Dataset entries
____
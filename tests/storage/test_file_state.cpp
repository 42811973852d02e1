// Damage is said, not hidden (storage/file_state.h): a -wal that does not
// belong to its file, one damaged or cut short so that SQLite would drop
// committed changes without a word, and a project on read-only media. Each
// opens read-only and unchanged, with a message that says what and what to do;
// the states a crash leaves (a -wal with its -shm, a torn last frame) open
// normally.
// Sources: SQLite documentation, "Database File Format" section 4 (the -wal: a
// 32-byte header, then frames of a 24-byte header and one page; salts and
// checksums) and "WAL-mode File Format" (the -shm index); SQLite itself, opened
// on a copy of the damaged files, as the witness that it would apply a foreign
// -wal or drop the committed changes; mount(2) and access(2) for read-only
// media (EROFS, and root passing permission bits).
#include <gtest/gtest.h>
#include <sqlite3.h>
#include <sys/wait.h>
#include <unistd.h>

#include <algorithm>
#include <filesystem>
#include <fstream>
#include <set>
#include <string>
#include <vector>

#include "read_only_media.h"
#include "formats/sha256.h"
#include "storage/file_state.h"
#include "storage/project.h"
#include "storage/repository.h"
#include "storage_test_util.h"

using namespace cairn::store;
using namespace cairn::store::testing;
namespace fs = std::filesystem;

namespace {

constexpr long kFrame = 24 + 4096;  // a frame at SQLite's default page size of 4096 bytes

// A project with station S0, closed cleanly (no -wal), then PREFIX1..PREFIXn
// added one transaction each by a process that ends without closing the file:
// its -wal and -shm stay as a crash leaves them.
void make_with_wal(const std::string& path, int n, const std::string& prefix) {
  {
    Project p = Project::create(path, NewProject{"files " + prefix, "33N", North::True, 0}, quiet());
    Station s;
    s.code = "S0";
    s.lat = 46.5;
    s.lon = 14.9;
    add(p, s);
  }
  const pid_t pid = fork();
  if (pid == 0) {
    try {
      Project p = Project::open(path, quiet());
      for (int i = 1; i <= n; ++i) {
        Station s;
        s.code = prefix + std::to_string(i);
        s.lat = 46.5 + i * 1e-4;
        s.lon = 14.9;
        add(p, s);
      }
      _exit(0);  // no destructor: the connection is never closed
    } catch (...) {
      _exit(3);
    }
  }
  int status = 0;
  waitpid(pid, &status, 0);
  ASSERT_TRUE(WIFEXITED(status) && WEXITSTATUS(status) == 0) << status;
  ASSERT_GT(fs::file_size(path + "-wal"), 0u);
}

// The station codes SQLite itself reads from a copy of PATH with its -wal and
// -shm (the copy keeps the originals untouched), sorted and joined; "error: ..."
// when it cannot.
std::string sqlite_sees(const std::string& path) {
  TempDir copy;
  const std::string c = copy.file("copy.cairn");
  for (const char* s : {"", "-wal", "-shm"})
    if (fs::exists(path + s)) fs::copy_file(path + s, c + s);
  sqlite3* db = nullptr;
  std::string out;
  if (sqlite3_open_v2(c.c_str(), &db, SQLITE_OPEN_READONLY, nullptr) == SQLITE_OK) {
    sqlite3_stmt* st = nullptr;
    if (sqlite3_prepare_v2(db, "SELECT code FROM stations WHERE deleted IS NULL ORDER BY code", -1, &st, nullptr) ==
        SQLITE_OK) {
      int rc;
      while ((rc = sqlite3_step(st)) == SQLITE_ROW)
        out += (out.empty() ? "" : ",") + std::string(reinterpret_cast<const char*>(sqlite3_column_text(st, 0)));
      if (rc != SQLITE_DONE) out = std::string("error: ") + sqlite3_errmsg(db);
    } else {
      out = std::string("error: ") + sqlite3_errmsg(db);
    }
    sqlite3_finalize(st);
  }
  sqlite3_close(db);
  return out;
}

std::string codes(Project& p) {
  std::vector<std::string> c;
  for (const auto& s : list_stations(p)) c.push_back(s.code);
  std::sort(c.begin(), c.end());
  std::string out;
  for (const auto& x : c) out += (out.empty() ? "" : ",") + x;
  return out;
}

std::string digest(const std::string& path) { return cairn::formats::sha256_hex(read_file(path)); }

void overwrite(const std::string& path, long offset, const std::string& bytes) {
  std::fstream f(path, std::ios::binary | std::ios::in | std::ios::out);
  f.seekp(offset);
  f.write(bytes.data(), static_cast<std::streamsize>(bytes.size()));
}

std::set<std::string> names_in(const fs::path& folder) {
  std::set<std::string> out;
  for (const auto& e : fs::directory_iterator(folder)) out.insert(e.path().filename().string());
  return out;
}

// Opens PATH (asking to write) and checks the safe mode: read-only, the
// problem names MUST, the records are those of the file alone (FILE_ALONE), a
// write is refused, and the file and its -wal are byte for byte unchanged.
void expect_safe_mode(const std::string& path, const std::string& must, const std::string& file_alone) {
  const std::string before = digest(path), wal_before = digest(path + "-wal");
  {
    Project p = Project::open(path, quiet());
    EXPECT_TRUE(p.read_only());
    EXPECT_NE(p.problem().find(must), std::string::npos) << p.problem();
    EXPECT_NE(p.problem().find("read-only"), std::string::npos) << p.problem();
    EXPECT_NE(p.problem().find("out of the folder"), std::string::npos) << "says what to do: " << p.problem();
    EXPECT_EQ(codes(p), file_alone);
    Station s;
    s.code = "NEW";
    s.lat = 46.6;
    s.lon = 14.9;
    try {
      add(p, s);
      ADD_FAILURE() << "a write was accepted";
    } catch (const std::exception& e) {
      EXPECT_NE(std::string(e.what()).find("read-only"), std::string::npos) << e.what();
    }
  }
  EXPECT_EQ(digest(path), before) << "the file was changed (a checkpoint over it?)";
  EXPECT_EQ(digest(path + "-wal"), wal_before) << "the -wal was changed";
}

}  // namespace

TEST(FileState, WhatACrashLeavesOpensNormallyWithEveryCommit) {
  TempDir d;
  const std::string a = d.file("a.cairn");
  make_with_wal(a, 20, "A");
  // A last frame torn by the crash (half a frame of junk at the end) is normal.
  {
    std::ofstream w(a + "-wal", std::ios::binary | std::ios::app);
    w << std::string(2000, '\xab');
  }
  Project p = Project::open(a, quiet());
  EXPECT_FALSE(p.read_only()) << p.problem();
  EXPECT_EQ(p.problem(), "");
  EXPECT_EQ(list_stations(p).size(), 21u);
}

TEST(FileState, AWalOfAnotherProjectIsSaidAndNotApplied) {
  TempDir d;
  const std::string a = d.file("a.cairn"), b = d.file("b.cairn");
  make_with_wal(a, 5, "A");
  make_with_wal(b, 5, "B");
  // B's -wal beside A's file, without an index (copied alone).
  fs::copy_file(b + "-wal", a + "-wal", fs::copy_options::overwrite_existing);
  fs::remove(a + "-shm");
  // SQLite itself would read B's stations in A.
  EXPECT_EQ(sqlite_sees(a), "B1,B2,B3,B4,B5,S0");
  expect_safe_mode(a, "belongs to another project", "S0");
}

TEST(FileState, AWalTheFilesIndexDoesNotKnowIsSaid) {
  TempDir d;
  const std::string a = d.file("a.cairn"), b = d.file("b.cairn");
  make_with_wal(a, 5, "A");
  make_with_wal(b, 5, "B");
  fs::copy_file(b + "-wal", a + "-wal", fs::copy_options::overwrite_existing);  // A's -shm stays
  expect_safe_mode(a, "does not match", "S0");
}

TEST(FileState, AWalWithAnotherPageSizeIsSaid) {
  TempDir d;
  const std::string a = d.file("a.cairn"), other = d.file("other.db");
  make_with_wal(a, 3, "A");
  // Another program's database with 8192-byte pages, its -wal taken while it is open.
  sqlite3* db = nullptr;
  ASSERT_EQ(sqlite3_open(other.c_str(), &db), SQLITE_OK);
  ASSERT_EQ(sqlite3_exec(db,
                         "PRAGMA page_size = 8192; PRAGMA journal_mode = WAL; PRAGMA wal_autocheckpoint = 0;"
                         "CREATE TABLE t(x); INSERT INTO t VALUES (1);",
                         nullptr, nullptr, nullptr),
            SQLITE_OK);
  fs::copy_file(other + "-wal", a + "-wal", fs::copy_options::overwrite_existing);
  sqlite3_close(db);
  fs::remove(a + "-shm");
  expect_safe_mode(a, "belongs to another database", "S0");
}

TEST(FileState, ADamagedFrameThatWouldDropCommitsIsSaid) {
  TempDir d;
  const std::string a = d.file("a.cairn");
  make_with_wal(a, 20, "A");
  overwrite(a + "-wal", 32 + 2 * kFrame + 24 + 1000, "\x01\x02\x03\x04");  // inside frame 3's page
  const std::string seen = sqlite_sees(a);
  EXPECT_LT(std::count(seen.begin(), seen.end(), ','), 20) << "SQLite still reads every station: " << seen;
  expect_safe_mode(a, "is damaged at frame 3", "S0");
}

TEST(FileState, AWalCutShortIsSaidByItsIndex) {
  TempDir d;
  const std::string a = d.file("a.cairn");
  make_with_wal(a, 20, "A");
  fs::resize_file(a + "-wal", 32 + 10 * kFrame);
  const std::string seen = sqlite_sees(a);
  EXPECT_LT(std::count(seen.begin(), seen.end(), ','), 20) << seen;
  expect_safe_mode(a, "cut short", "S0");
}

TEST(FileState, AWalWithADamagedHeaderIsSaid) {
  TempDir d;
  const std::string a = d.file("a.cairn");
  make_with_wal(a, 5, "A");
  overwrite(a + "-wal", 0, std::string(4, '\0'));
  fs::remove(a + "-shm");
  EXPECT_EQ(sqlite_sees(a), "S0") << "SQLite ignores the whole -wal";
  expect_safe_mode(a, "damaged header", "S0");
}

TEST(FileState, AProjectOnReadOnlyMediaIsListedAndChecked) {
  TempDir d;
  const fs::path folder = d.path() / "card";
  fs::create_directory(folder);
  const std::string a = (folder / "a.cairn").string();
  {
    Project p = Project::create(a, NewProject{"card", "33N", North::True, 0}, quiet());
    Station s;
    s.code = "S1";
    s.lat = 46.5;
    s.lon = 14.9;
    add(p, s);
  }
  const auto before = names_in(folder);
  const std::string bytes = digest(a);
  ReadOnlyFolder ro(folder.string());
  if (!ro.why_not().empty()) GTEST_SKIP() << ro.why_not();
  OpenOptions o;  // the defaults: asking to write, with backups
  Project p = Project::open(a, o);
  EXPECT_TRUE(p.read_only()) << ro.how();
  EXPECT_NE(p.problem().find(geteuid() == 0 ? "read-only media" : "may not be written"), std::string::npos)
      << p.problem();
  EXPECT_NE(p.problem().find("copy it"), std::string::npos) << "says what to do: " << p.problem();
  EXPECT_EQ(codes(p), "S1");
  EXPECT_TRUE(p.integrity_check().empty());
  try {
    Station s;
    s.code = "S2";
    s.lat = 46.6;
    s.lon = 14.9;
    add(p, s);
    ADD_FAILURE() << "a write was accepted";
  } catch (const std::exception& e) {
    EXPECT_NE(std::string(e.what()).find("open read-only"), std::string::npos) << e.what();
  }
  EXPECT_EQ(names_in(folder), before) << "nothing is made beside the file";
  EXPECT_EQ(digest(a), bytes);
}

TEST(FileState, OnReadOnlyMediaAWalIsReadWhenItsIndexIsThere) {
  TempDir d;
  const fs::path folder = d.path() / "card";
  fs::create_directory(folder);
  const std::string a = (folder / "a.cairn").string();
  make_with_wal(a, 4, "A");
  {
    ReadOnlyFolder ro(folder.string());
    if (!ro.why_not().empty()) GTEST_SKIP() << ro.why_not();
    OpenOptions o;
    o.read_only = true;
    Project p = Project::open(a, o);
    EXPECT_EQ(codes(p), "A1,A2,A3,A4,S0");  // SQLite reads the -wal with the -shm beside it
  }
  // Without its -shm SQLite cannot read the -wal there: the file alone, said.
  fs::remove(a + "-shm");
  ReadOnlyFolder ro(folder.string());
  OpenOptions o;
  o.read_only = true;
  Project p = Project::open(a, o);
  EXPECT_TRUE(p.read_only());
  EXPECT_EQ(codes(p), "S0");
  EXPECT_NE(p.problem().find("cannot be read from here"), std::string::npos) << p.problem();
}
____
▶ _WORK REQUEST_
Show all lines in the records above that hold "void".

▶ _SOLUTION_
void make_with_wal(const std::string& path, int n, const std::string& prefix) {
void overwrite(const std::string& path, long offset, const std::string& bytes) {
void expect_safe_mode(const std::string& path, const std::string& must, const std::string& file_alone) {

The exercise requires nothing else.